* DIRECTIONS FOR THIS TASK: Please set down exactly the lines of the listing below from the line containing "numbers than these" through the line containing "return [disc(at, radius, BADGE), Label(at", both lines included, leaving out all other lines.

* DATASET EXCERPTS:
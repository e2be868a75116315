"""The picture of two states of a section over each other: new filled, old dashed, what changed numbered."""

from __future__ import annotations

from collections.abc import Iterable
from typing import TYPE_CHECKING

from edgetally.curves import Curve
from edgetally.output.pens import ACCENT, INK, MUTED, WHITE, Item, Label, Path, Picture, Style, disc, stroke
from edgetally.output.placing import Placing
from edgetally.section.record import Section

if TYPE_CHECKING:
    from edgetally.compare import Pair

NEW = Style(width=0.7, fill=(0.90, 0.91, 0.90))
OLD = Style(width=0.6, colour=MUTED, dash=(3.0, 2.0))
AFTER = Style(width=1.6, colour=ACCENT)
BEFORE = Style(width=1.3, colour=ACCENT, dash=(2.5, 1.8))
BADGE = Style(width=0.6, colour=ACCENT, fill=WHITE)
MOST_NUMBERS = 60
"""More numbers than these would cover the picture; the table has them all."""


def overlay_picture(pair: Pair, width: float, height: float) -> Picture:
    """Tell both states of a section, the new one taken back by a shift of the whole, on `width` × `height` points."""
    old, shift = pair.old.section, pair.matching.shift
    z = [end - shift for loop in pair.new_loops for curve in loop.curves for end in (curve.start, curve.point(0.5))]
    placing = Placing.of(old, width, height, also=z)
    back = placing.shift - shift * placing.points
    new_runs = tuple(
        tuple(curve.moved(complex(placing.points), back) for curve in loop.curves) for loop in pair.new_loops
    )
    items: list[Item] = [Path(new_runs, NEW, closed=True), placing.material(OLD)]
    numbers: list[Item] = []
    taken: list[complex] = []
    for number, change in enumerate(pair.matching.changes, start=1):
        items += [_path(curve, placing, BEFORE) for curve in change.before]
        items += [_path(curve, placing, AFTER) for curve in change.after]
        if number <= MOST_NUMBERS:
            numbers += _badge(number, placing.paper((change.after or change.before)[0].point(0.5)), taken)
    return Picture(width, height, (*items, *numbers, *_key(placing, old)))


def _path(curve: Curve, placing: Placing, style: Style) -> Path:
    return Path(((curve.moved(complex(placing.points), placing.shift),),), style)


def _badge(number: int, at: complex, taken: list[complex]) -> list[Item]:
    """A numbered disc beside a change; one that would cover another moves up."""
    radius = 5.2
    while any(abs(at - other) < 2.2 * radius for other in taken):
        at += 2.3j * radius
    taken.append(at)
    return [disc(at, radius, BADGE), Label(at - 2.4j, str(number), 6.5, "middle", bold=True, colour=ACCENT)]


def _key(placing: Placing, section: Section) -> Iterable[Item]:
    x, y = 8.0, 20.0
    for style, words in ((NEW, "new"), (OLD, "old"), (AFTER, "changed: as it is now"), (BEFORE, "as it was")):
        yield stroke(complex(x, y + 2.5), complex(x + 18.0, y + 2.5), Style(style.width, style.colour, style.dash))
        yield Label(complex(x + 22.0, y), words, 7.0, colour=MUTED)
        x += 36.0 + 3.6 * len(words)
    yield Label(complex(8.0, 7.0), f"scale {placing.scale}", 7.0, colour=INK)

---

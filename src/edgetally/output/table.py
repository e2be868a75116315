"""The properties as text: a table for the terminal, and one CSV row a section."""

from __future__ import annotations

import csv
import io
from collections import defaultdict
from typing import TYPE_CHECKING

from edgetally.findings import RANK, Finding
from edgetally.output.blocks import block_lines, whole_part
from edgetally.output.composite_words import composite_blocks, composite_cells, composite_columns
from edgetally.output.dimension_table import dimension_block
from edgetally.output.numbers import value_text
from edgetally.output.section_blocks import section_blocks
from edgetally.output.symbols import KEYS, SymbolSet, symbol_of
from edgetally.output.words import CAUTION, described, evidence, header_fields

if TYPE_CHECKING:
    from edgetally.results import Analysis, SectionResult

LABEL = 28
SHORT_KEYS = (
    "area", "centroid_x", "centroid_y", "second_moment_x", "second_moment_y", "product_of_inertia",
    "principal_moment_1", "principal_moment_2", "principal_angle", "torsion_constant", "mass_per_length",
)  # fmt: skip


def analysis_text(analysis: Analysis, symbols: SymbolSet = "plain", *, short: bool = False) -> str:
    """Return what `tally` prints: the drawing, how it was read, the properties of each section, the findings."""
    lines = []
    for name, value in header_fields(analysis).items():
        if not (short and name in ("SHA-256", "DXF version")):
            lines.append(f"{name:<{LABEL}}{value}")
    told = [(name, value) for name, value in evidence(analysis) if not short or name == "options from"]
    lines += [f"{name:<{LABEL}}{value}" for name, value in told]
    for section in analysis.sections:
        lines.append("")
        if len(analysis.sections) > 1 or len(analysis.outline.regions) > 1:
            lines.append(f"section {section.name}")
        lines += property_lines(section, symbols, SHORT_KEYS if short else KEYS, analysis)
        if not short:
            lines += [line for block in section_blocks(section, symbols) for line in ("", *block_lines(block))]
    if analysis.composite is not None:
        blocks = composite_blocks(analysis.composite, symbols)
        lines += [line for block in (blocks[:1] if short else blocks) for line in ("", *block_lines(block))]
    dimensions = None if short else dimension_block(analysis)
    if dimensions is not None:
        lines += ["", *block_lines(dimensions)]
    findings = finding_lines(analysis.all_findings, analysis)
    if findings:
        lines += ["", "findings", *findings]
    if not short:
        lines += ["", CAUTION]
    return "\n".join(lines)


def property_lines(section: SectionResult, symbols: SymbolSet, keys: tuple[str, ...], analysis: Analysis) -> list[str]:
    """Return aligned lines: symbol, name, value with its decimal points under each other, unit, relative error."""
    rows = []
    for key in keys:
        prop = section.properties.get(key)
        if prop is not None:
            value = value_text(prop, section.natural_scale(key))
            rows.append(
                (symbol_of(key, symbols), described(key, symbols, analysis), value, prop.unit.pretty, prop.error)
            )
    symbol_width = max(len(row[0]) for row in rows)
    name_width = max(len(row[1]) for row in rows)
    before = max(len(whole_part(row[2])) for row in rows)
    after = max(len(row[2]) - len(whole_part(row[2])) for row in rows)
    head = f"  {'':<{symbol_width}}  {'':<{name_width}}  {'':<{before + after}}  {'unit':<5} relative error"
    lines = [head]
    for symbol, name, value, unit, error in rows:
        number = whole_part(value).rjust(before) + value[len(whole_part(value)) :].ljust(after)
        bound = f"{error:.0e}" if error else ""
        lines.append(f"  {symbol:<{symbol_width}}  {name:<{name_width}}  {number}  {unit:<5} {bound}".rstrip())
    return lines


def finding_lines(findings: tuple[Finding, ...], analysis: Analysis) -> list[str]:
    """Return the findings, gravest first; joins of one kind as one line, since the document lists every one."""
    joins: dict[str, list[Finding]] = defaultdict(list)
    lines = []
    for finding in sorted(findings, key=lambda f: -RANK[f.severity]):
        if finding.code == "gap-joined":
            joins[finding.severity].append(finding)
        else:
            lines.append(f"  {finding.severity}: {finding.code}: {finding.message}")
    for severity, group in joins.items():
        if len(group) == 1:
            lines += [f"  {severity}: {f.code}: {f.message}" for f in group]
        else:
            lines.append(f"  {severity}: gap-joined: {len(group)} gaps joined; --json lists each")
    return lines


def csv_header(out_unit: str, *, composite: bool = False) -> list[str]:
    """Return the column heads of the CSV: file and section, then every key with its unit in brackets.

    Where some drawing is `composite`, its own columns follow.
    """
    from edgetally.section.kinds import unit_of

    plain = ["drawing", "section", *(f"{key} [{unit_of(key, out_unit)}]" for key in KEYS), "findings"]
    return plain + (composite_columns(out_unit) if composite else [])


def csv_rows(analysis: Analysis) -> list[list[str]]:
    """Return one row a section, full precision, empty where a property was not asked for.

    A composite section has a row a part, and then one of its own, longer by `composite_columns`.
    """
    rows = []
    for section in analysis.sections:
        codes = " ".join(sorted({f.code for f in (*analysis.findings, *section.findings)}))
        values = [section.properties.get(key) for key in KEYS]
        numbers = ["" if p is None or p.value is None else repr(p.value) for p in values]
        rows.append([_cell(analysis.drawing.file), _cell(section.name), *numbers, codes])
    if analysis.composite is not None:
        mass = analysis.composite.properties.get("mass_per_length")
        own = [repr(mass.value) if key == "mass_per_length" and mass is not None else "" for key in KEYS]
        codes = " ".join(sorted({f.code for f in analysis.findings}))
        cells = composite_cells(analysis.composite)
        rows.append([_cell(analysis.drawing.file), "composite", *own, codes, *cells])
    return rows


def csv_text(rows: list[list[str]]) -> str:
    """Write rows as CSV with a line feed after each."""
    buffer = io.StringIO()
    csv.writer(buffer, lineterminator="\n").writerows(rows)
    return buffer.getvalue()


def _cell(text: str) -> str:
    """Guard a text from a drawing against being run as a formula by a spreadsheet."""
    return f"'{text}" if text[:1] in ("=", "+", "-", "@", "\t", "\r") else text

* RESPONSE TO THIS TASK:
"""More numbers than these would cover the picture; the table has them all."""


def overlay_picture(pair: Pair, width: float, height: float) -> Picture:
    """Tell both states of a section, the new one taken back by a shift of the whole, on `width` × `height` points."""
    old, shift = pair.old.section, pair.matching.shift
    z = [end - shift for loop in pair.new_loops for curve in loop.curves for end in (curve.start, curve.point(0.5))]
    placing = Placing.of(old, width, height, also=z)
    back = placing.shift - shift * placing.points
    new_runs = tuple(
        tuple(curve.moved(complex(placing.points), back) for curve in loop.curves) for loop in pair.new_loops
    )
    items: list[Item] = [Path(new_runs, NEW, closed=True), placing.material(OLD)]
    numbers: list[Item] = []
    taken: list[complex] = []
    for number, change in enumerate(pair.matching.changes, start=1):
        items += [_path(curve, placing, BEFORE) for curve in change.before]
        items += [_path(curve, placing, AFTER) for curve in change.after]
        if number <= MOST_NUMBERS:
            numbers += _badge(number, placing.paper((change.after or change.before)[0].point(0.5)), taken)
    return Picture(width, height, (*items, *numbers, *_key(placing, old)))


def _path(curve: Curve, placing: Placing, style: Style) -> Path:
    return Path(((curve.moved(complex(placing.points), placing.shift),),), style)


def _badge(number: int, at: complex, taken: list[complex]) -> list[Item]:
    """A numbered disc beside a change; one that would cover another moves up."""
    radius = 5.2
    while any(abs(at - other) < 2.2 * radius for other in taken):
        at += 2.3j * radius
    taken.append(at)
    return [disc(at, radius, BADGE), Label(at - 2.4j, str(number), 6.5, "middle", bold=True, colour=ACCENT)]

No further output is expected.